## [Problem statement]
Below are records. Find each line in them that holds the word "onerror" and copy it.

[Collected data entries]

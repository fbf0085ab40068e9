"""The installed package works on its own: the wheel carries the templates and renders the demo report."""

from __future__ import annotations

import subprocess
import sys
import sysconfig
import zipfile
from pathlib import Path

import pytest
from conftest import DEMO, ROOT


@pytest.fixture(scope="module")
def wheel(tmp_path_factory):
    dist = tmp_path_factory.mktemp("dist")
    done = subprocess.run([sys.executable, "-m", "pip", "wheel", "--no-deps", "-q", "-w", str(dist), str(ROOT)],
                          capture_output=True, text=True)
    if done.returncode != 0:  # pragma: no cover - building needs setuptools from the index or pip's cache
        pytest.skip(f"could not build the wheel here: {done.stderr.strip()[-300:]}")
    return next(dist.glob("*.whl"))


def test_wheel_holds_every_template_and_subpackage(wheel):
    names = set(zipfile.ZipFile(wheel).namelist())
    templates = {p.name for p in (ROOT / "drift" / "report" / "templates").iterdir()}
    assert templates and all(f"drift/report/templates/{name}" in names for name in templates)
    for stage in ("intake", "model", "measure", "outlook", "report", "output", "sim"):
        assert f"drift/{stage}/__init__.py" in names, stage


@pytest.mark.slow
def test_wheel_in_a_fresh_venv_renders_the_demo_report(wheel, tmp_path):
    """Installed from the wheel alone (no source tree on the path), drift runs and renders the report."""
    venv = tmp_path / "venv"
    subprocess.run([sys.executable, "-m", "venv", "--without-pip", str(venv)], check=True)
    python = venv / "bin" / "python"
    subprocess.run([sys.executable, "-m", "pip", "--python", str(python), "install", "-q", "--no-deps",
                    "--no-index", str(wheel)], check=True, capture_output=True)
    # the dependencies come from this environment, after the venv's own site-packages
    site = subprocess.run([str(python), "-c", "import sysconfig; print(sysconfig.get_paths()['purelib'])"],
                          check=True, capture_output=True, text=True).stdout.strip()
    (Path(site) / "zz_test_deps.pth").write_text(sysconfig.get_paths()["purelib"] + "\n")
    work = tmp_path / "elsewhere"
    work.mkdir()
    where = subprocess.run([str(python), "-c", "import drift; print(drift.__file__)"], cwd=work,
                           capture_output=True, text=True, check=True).stdout
    assert str(venv) in where and str(ROOT) not in where
    out = work / "report"
    done = subprocess.run([str(venv / "bin" / "drift"), "run", str(DEMO), "--out", str(out), "--roles", "4",
                           "--components", "3", "--reference", "2023-24", "2024-25", "--quiet"],
                          cwd=work, capture_output=True, text=True)
    assert done.returncode == 0, done.stderr
    page = (out / "report.html").read_text(encoding="utf-8")
    assert page.lower().startswith("<!doctype html>")
    assert "</html>" in page and "R1" in page
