"""Placing new files with a saved model: what is written and what is returned."""

from __future__ import annotations

import pandas as pd

from drift.api import place_files
from drift.placing import Placed


def test_place_files_returns_what_it_wrote(demo_model, tmp_path):
    from conftest import DEMO

    model_path = tmp_path / "model.json"
    demo_model.save(model_path)
    season = sorted(DEMO.glob("*.csv"))[-1]
    placed = place_files(model_path, season, tmp_path / "placed.csv")
    assert isinstance(placed, Placed) and placed.path == tmp_path / "placed.csv"
    written = pd.read_csv(placed.path, dtype={"season": str})
    assert len(written) == len(placed.placements) > 100
    assert set(written["role"]) <= set(demo_model.role_ids_)
    # the model's own filters were applied: every excluded row says why, as a code and in words
    excluded = pd.read_csv(placed.excluded_path)
    assert len(excluded) == len(placed.excluded) > 0
    assert set(excluded["reason_code"]) <= {"few_games", "few_minutes", "few_games+few_minutes"}


#: a name that would run script if a notebook's HTML did not escape it
HOSTILE = "<img src=x onerror=alert(1)>"


def test_placed_shows_roles_and_exclusions_short_and_escaped(demo_model, demo_prepared, tmp_path):
    placements = demo_model.place(demo_prepared.kept.head(60))
    excluded = demo_prepared.excluded.head(4).assign(reason=HOSTILE)
    placed = Placed(placements, excluded, tmp_path / "p.csv", tmp_path / "p_excluded.csv")
    text = repr(placed)
    assert text.startswith(f"Placed: placed 60 player-seasons; wrote {tmp_path / 'p.csv'}")
    assert len(text.splitlines()) == 2 and "DataFrame" not in text  # no dataclass dump
    counts = placements["role"].value_counts()
    for role, name in zip(demo_model.role_ids_, demo_model.role_names_):
        if role in counts:
            assert f"{role} {name} ({counts[role]})" in text
    page = placed._repr_html_()
    assert "&lt;img src=x onerror=alert(1)&gt;" in page and HOSTILE not in page
    assert ">&lt;img src=x onerror=alert(1)&gt;</td><td style=\"text-align:left\">4</td>" in page  # reason, count


def test_checked_lists_the_strongest_moves_first_escaped():
    from drift.measure.inseason import INSEASON_COLUMNS
    from drift.placing import Checked

    rows = []
    for i, status in enumerate(["changed", "steady", "shifted", "too early", "changed"]):
        row = {c: None for c in INSEASON_COLUMNS}
        row.update(player_id=f"P{i}", player=HOSTILE if i == 0 else f"Player {i}", team_to="AAA",
                   role_from="R1", role_to="R2", games_to=12, status=status, z=5.0 - i)
        rows.append(row)
    checked = Checked(pd.DataFrame(rows), pd.DataFrame({"player_id": ["Q"], "reason": ["no earlier season"]}))
    assert repr(checked).splitlines() == [
        "Checked: checked 5 players against their last season (2 changed, 1 shifted, 1 too early)",
        "  not checked: 1 rows"]
    page = checked._repr_html_()
    assert HOSTILE not in page and "&lt;img" in page
    assert "Moves beyond noise so far (the 3 strongest)" in page  # changed and shifted only
    assert page.index("&lt;img") < page.index("Player 2") < page.index("Player 4")  # strongest evidence first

## [Exercise answer]
HOSTILE = "<img src=x onerror=alert(1)>"
    assert "&lt;img src=x onerror=alert(1)&gt;" in page and HOSTILE not in page
    assert ">&lt;img src=x onerror=alert(1)&gt;</td><td style=\"text-align:left\">4</td>" in page  # reason, count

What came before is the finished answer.